(Source records)
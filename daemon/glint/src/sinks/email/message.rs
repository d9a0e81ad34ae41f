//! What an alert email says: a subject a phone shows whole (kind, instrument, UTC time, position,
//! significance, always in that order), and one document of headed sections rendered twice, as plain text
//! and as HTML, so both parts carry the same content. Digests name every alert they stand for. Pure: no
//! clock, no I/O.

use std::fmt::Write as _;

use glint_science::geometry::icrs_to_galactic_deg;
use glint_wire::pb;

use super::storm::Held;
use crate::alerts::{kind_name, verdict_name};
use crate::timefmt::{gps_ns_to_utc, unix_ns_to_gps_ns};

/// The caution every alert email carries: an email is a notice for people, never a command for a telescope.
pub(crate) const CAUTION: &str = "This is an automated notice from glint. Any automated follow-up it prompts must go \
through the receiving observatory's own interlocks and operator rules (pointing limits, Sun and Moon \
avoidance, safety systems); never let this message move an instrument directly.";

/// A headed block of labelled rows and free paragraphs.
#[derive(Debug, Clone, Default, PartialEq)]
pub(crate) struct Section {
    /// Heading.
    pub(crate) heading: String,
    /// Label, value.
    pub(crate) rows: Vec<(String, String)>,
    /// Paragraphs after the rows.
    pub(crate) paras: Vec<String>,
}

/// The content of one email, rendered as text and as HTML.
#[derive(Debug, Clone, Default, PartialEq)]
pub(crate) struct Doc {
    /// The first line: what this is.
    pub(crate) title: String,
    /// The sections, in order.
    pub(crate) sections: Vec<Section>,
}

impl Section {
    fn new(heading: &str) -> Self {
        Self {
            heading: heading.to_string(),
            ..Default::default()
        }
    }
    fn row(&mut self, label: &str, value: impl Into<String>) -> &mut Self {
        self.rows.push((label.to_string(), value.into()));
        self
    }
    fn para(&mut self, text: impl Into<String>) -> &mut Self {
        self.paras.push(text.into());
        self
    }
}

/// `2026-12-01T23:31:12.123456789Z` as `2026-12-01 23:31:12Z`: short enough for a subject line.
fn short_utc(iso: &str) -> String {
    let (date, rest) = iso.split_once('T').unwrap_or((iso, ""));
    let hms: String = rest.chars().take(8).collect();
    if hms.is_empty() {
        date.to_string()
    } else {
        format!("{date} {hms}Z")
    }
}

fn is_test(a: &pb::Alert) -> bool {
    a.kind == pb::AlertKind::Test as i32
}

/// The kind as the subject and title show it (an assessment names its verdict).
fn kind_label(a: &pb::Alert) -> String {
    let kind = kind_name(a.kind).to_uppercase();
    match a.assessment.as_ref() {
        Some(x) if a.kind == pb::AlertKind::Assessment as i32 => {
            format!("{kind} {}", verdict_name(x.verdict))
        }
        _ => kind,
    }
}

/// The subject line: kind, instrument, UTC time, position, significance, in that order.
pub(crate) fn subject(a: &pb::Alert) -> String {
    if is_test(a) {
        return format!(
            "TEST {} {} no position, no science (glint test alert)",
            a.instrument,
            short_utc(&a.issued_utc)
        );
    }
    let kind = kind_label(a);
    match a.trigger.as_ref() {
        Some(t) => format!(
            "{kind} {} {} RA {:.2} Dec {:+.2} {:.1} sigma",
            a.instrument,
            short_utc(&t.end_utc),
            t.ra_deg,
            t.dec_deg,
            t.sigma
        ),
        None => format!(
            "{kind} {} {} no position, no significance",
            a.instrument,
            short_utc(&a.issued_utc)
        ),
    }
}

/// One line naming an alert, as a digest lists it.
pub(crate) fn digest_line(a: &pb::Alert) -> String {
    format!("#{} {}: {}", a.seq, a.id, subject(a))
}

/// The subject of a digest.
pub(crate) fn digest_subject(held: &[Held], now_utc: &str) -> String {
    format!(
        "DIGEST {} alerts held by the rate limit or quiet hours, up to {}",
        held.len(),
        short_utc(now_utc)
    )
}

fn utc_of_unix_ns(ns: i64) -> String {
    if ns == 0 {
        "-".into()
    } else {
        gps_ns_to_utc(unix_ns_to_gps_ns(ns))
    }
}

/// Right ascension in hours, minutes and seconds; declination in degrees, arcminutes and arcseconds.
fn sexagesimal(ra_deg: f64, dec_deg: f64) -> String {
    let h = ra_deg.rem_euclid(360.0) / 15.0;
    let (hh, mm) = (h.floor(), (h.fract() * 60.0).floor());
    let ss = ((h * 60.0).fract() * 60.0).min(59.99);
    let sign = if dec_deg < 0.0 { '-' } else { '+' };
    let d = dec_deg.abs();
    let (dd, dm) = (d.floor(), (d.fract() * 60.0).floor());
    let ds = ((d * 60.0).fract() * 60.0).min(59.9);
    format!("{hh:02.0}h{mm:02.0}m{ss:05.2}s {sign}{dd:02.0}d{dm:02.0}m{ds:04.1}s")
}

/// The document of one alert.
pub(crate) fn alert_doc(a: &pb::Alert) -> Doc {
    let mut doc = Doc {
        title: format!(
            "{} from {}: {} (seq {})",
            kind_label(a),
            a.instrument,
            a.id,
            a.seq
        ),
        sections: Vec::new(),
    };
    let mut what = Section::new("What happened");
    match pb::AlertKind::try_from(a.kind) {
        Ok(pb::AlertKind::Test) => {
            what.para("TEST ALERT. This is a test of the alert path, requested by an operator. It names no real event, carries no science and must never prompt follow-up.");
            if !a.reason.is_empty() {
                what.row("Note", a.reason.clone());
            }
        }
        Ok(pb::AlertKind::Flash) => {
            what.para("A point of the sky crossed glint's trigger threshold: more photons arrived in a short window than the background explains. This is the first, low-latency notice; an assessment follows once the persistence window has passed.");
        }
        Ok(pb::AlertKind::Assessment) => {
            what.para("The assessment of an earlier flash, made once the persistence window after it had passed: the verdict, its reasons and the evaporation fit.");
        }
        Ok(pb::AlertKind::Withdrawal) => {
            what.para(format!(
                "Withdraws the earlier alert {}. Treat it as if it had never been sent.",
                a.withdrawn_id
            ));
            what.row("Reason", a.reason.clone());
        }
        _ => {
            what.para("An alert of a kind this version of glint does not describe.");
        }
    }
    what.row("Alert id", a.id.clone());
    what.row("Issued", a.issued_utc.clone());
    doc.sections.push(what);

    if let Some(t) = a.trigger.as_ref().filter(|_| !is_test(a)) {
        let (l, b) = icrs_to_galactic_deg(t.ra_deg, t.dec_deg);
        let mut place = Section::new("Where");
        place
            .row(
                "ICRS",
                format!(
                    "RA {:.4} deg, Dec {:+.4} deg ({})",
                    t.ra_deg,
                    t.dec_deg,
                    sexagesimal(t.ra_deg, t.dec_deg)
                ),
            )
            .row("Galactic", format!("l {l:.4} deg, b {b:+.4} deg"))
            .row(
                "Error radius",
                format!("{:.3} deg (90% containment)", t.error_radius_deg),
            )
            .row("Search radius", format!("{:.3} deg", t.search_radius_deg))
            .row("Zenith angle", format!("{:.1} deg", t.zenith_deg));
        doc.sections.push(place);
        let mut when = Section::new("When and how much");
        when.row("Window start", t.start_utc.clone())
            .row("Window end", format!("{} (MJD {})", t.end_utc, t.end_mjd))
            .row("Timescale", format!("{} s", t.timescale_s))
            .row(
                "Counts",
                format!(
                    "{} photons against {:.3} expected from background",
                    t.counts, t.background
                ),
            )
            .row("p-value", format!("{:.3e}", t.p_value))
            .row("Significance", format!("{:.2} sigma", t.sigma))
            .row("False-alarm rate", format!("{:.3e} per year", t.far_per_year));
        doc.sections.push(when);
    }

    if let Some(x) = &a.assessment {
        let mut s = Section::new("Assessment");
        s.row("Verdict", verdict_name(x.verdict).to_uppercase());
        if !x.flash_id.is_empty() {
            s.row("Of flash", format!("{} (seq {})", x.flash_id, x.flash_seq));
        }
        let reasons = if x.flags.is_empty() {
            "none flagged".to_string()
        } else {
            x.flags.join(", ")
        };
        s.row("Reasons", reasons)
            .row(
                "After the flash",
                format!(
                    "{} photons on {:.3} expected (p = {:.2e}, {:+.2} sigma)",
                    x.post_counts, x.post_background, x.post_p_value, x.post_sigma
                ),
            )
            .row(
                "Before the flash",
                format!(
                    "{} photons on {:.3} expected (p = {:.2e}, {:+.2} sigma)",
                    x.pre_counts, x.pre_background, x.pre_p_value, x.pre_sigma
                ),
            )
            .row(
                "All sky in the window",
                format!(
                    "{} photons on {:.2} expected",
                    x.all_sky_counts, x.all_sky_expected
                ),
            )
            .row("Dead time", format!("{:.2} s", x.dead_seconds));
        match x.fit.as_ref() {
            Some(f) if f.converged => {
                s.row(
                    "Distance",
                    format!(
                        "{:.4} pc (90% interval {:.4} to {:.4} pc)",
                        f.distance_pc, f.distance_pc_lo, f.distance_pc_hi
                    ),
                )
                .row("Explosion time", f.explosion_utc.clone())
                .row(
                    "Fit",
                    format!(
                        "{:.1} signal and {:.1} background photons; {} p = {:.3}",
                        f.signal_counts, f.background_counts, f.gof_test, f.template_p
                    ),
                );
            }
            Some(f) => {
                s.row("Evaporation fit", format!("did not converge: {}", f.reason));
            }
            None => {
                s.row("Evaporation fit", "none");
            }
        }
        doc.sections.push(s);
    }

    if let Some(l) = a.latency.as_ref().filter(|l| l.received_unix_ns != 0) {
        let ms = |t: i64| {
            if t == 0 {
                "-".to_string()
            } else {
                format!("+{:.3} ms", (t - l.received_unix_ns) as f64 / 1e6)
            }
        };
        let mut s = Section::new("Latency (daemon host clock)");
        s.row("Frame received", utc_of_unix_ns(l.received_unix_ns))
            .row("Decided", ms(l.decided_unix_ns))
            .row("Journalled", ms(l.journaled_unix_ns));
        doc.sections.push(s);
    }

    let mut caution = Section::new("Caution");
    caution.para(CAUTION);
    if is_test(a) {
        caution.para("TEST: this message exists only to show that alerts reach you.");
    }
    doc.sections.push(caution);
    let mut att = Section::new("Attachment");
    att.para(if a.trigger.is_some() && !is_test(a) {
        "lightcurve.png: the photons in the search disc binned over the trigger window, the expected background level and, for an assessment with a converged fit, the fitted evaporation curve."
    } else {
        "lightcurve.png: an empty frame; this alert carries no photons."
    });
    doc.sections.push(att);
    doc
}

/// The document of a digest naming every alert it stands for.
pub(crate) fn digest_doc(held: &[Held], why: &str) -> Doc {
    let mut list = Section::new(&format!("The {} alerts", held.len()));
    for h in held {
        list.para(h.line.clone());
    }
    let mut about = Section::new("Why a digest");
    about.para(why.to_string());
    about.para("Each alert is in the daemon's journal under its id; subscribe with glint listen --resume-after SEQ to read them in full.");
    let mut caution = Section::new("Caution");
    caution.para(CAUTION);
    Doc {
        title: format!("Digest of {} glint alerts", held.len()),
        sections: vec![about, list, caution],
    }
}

--- Your assignment ---
Restate, word for word and with nothing added, the lines from the beginning of the records above through the line that contains "after the rows.".

--- Result of the exercise ---
filename daemon/glint/src/sinks/email/message.rs
repository d9a0e81ad34ae41f
//! What an alert email says: a subject a phone shows whole (kind, instrument, UTC time, position,
//! significance, always in that order), and one document of headed sections rendered twice, as plain text
//! and as HTML, so both parts carry the same content. Digests name every alert they stand for. Pure: no
//! clock, no I/O.

use std::fmt::Write as _;

use glint_science::geometry::icrs_to_galactic_deg;
use glint_wire::pb;

use super::storm::Held;
use crate::alerts::{kind_name, verdict_name};
use crate::timefmt::{gps_ns_to_utc, unix_ns_to_gps_ns};

/// The caution every alert email carries: an email is a notice for people, never a command for a telescope.
pub(crate) const CAUTION: &str = "This is an automated notice from glint. Any automated follow-up it prompts must go \
through the receiving observatory's own interlocks and operator rules (pointing limits, Sun and Moon \
avoidance, safety systems); never let this message move an instrument directly.";

/// A headed block of labelled rows and free paragraphs.
#[derive(Debug, Clone, Default, PartialEq)]
pub(crate) struct Section {
    /// Heading.
    pub(crate) heading: String,
    /// Label, value.
    pub(crate) rows: Vec<(String, String)>,
    /// Paragraphs after the rows.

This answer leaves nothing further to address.